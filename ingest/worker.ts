import type { Pool } from 'pg';
import type { Logger } from '../lib/log/logger';
import { IngestPipeline } from './ingestPipeline';
import { MessageHandler } from './messageHandler';
import { TelemetrySubscriber } from './mqttSubscriber';
import { VesselDirectory } from './vesselDirectory';

export interface IngestWorkerOptions {
  pool: Pool;
  mqttUrl: string;
  mqttUsername?: string;
  mqttPassword?: string;
  clientId: string;
  topicRoot: string;
  fleetTimeZone: string;
  log: Logger;
}

/** The ingest worker: subscriber → validation → store, acknowledged after commit. */
export class IngestWorker {
  readonly handler: MessageHandler;
  readonly pipeline: IngestPipeline;
  readonly subscriber: TelemetrySubscriber;
  private statsTimer?: NodeJS.Timeout;

  constructor(private readonly options: IngestWorkerOptions) {
    const vessels = new VesselDirectory(options.pool);
    this.handler = new MessageHandler(options.pool, vessels, {
      topicRoot: options.topicRoot,
      fleetTimeZone: options.fleetTimeZone,
    });
    this.pipeline = new IngestPipeline({
      pool: options.pool,
      handler: this.handler,
      fleetTimeZone: options.fleetTimeZone,
      log: options.log,
    });
    this.subscriber = new TelemetrySubscriber({
      url: options.mqttUrl,
      clientId: options.clientId,
      username: options.mqttUsername,
      password: options.mqttPassword,
      topics: [`${options.topicRoot}/+/+`],
      onMessage: (topic, payload) => this.pipeline.submit(topic, payload),
      log: options.log,
    });
  }

  async start(): Promise<void> {
    await this.subscriber.start();
    this.statsTimer = setInterval(() => {
      const c = this.handler.counters;
      this.options.log.info(
        `messages=${c.messages} stored=${c.inserted} duplicates=${c.duplicates} quarantined=${c.quarantined}`,
      );
    }, 60_000);
    this.statsTimer.unref();
  }

  /** Stop reading, store what was read, then disconnect (sending the last acknowledgements). */
  async stop(): Promise<void> {
    clearInterval(this.statsTimer);
    this.subscriber.pause();
    const drained = this.pipeline.drain();
    const gaveUp = new Promise<void>((resolve) => setTimeout(resolve, 10_000).unref());
    await Promise.race([drained, gaveUp]);
    this.pipeline.abandon();
    await this.subscriber.stop();
  }
}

- - - - - - -

The whole listing should be restated word for word.

filename ingest/worker.ts
import type { Pool } from 'pg';
import type { Logger } from '../lib/log/logger';
import { IngestPipeline } from './ingestPipeline';
import { MessageHandler } from './messageHandler';
import { TelemetrySubscriber } from './mqttSubscriber';
import { VesselDirectory } from './vesselDirectory';

export interface IngestWorkerOptions {
  pool: Pool;
  mqttUrl: string;
  mqttUsername?: string;
  mqttPassword?: string;
  clientId: string;
  topicRoot: string;
  fleetTimeZone: string;
  log: Logger;
}

/** The ingest worker: subscriber → validation → store, acknowledged after commit. */
export class IngestWorker {
  readonly handler: MessageHandler;
  readonly pipeline: IngestPipeline;
  readonly subscriber: TelemetrySubscriber;
  private statsTimer?: NodeJS.Timeout;

  constructor(private readonly options: IngestWorkerOptions) {
    const vessels = new VesselDirectory(options.pool);
    this.handler = new MessageHandler(options.pool, vessels, {
      topicRoot: options.topicRoot,
      fleetTimeZone: options.fleetTimeZone,
    });
    this.pipeline = new IngestPipeline({
      pool: options.pool,
      handler: this.handler,
      fleetTimeZone: options.fleetTimeZone,
      log: options.log,
    });
    this.subscriber = new TelemetrySubscriber({
      url: options.mqttUrl,
      clientId: options.clientId,
      username: options.mqttUsername,
      password: options.mqttPassword,
      topics: [`${options.topicRoot}/+/+`],
      onMessage: (topic, payload) => this.pipeline.submit(topic, payload),
      log: options.log,
    });
  }

  async start(): Promise<void> {
    await this.subscriber.start();
    this.statsTimer = setInterval(() => {
      const c = this.handler.counters;
      this.options.log.info(
        `messages=${c.messages} stored=${c.inserted} duplicates=${c.duplicates} quarantined=${c.quarantined}`,
      );
    }, 60_000);
    this.statsTimer.unref();
  }

  /** Stop reading, store what was read, then disconnect (sending the last acknowledgements). */
  async stop(): Promise<void> {
    clearInterval(this.statsTimer);
    this.subscriber.pause();
    const drained = this.pipeline.drain();
    const gaveUp = new Promise<void>((resolve) => setTimeout(resolve, 10_000).unref());
    await Promise.race([drained, gaveUp]);
    this.pipeline.abandon();
    await this.subscriber.stop();
  }
}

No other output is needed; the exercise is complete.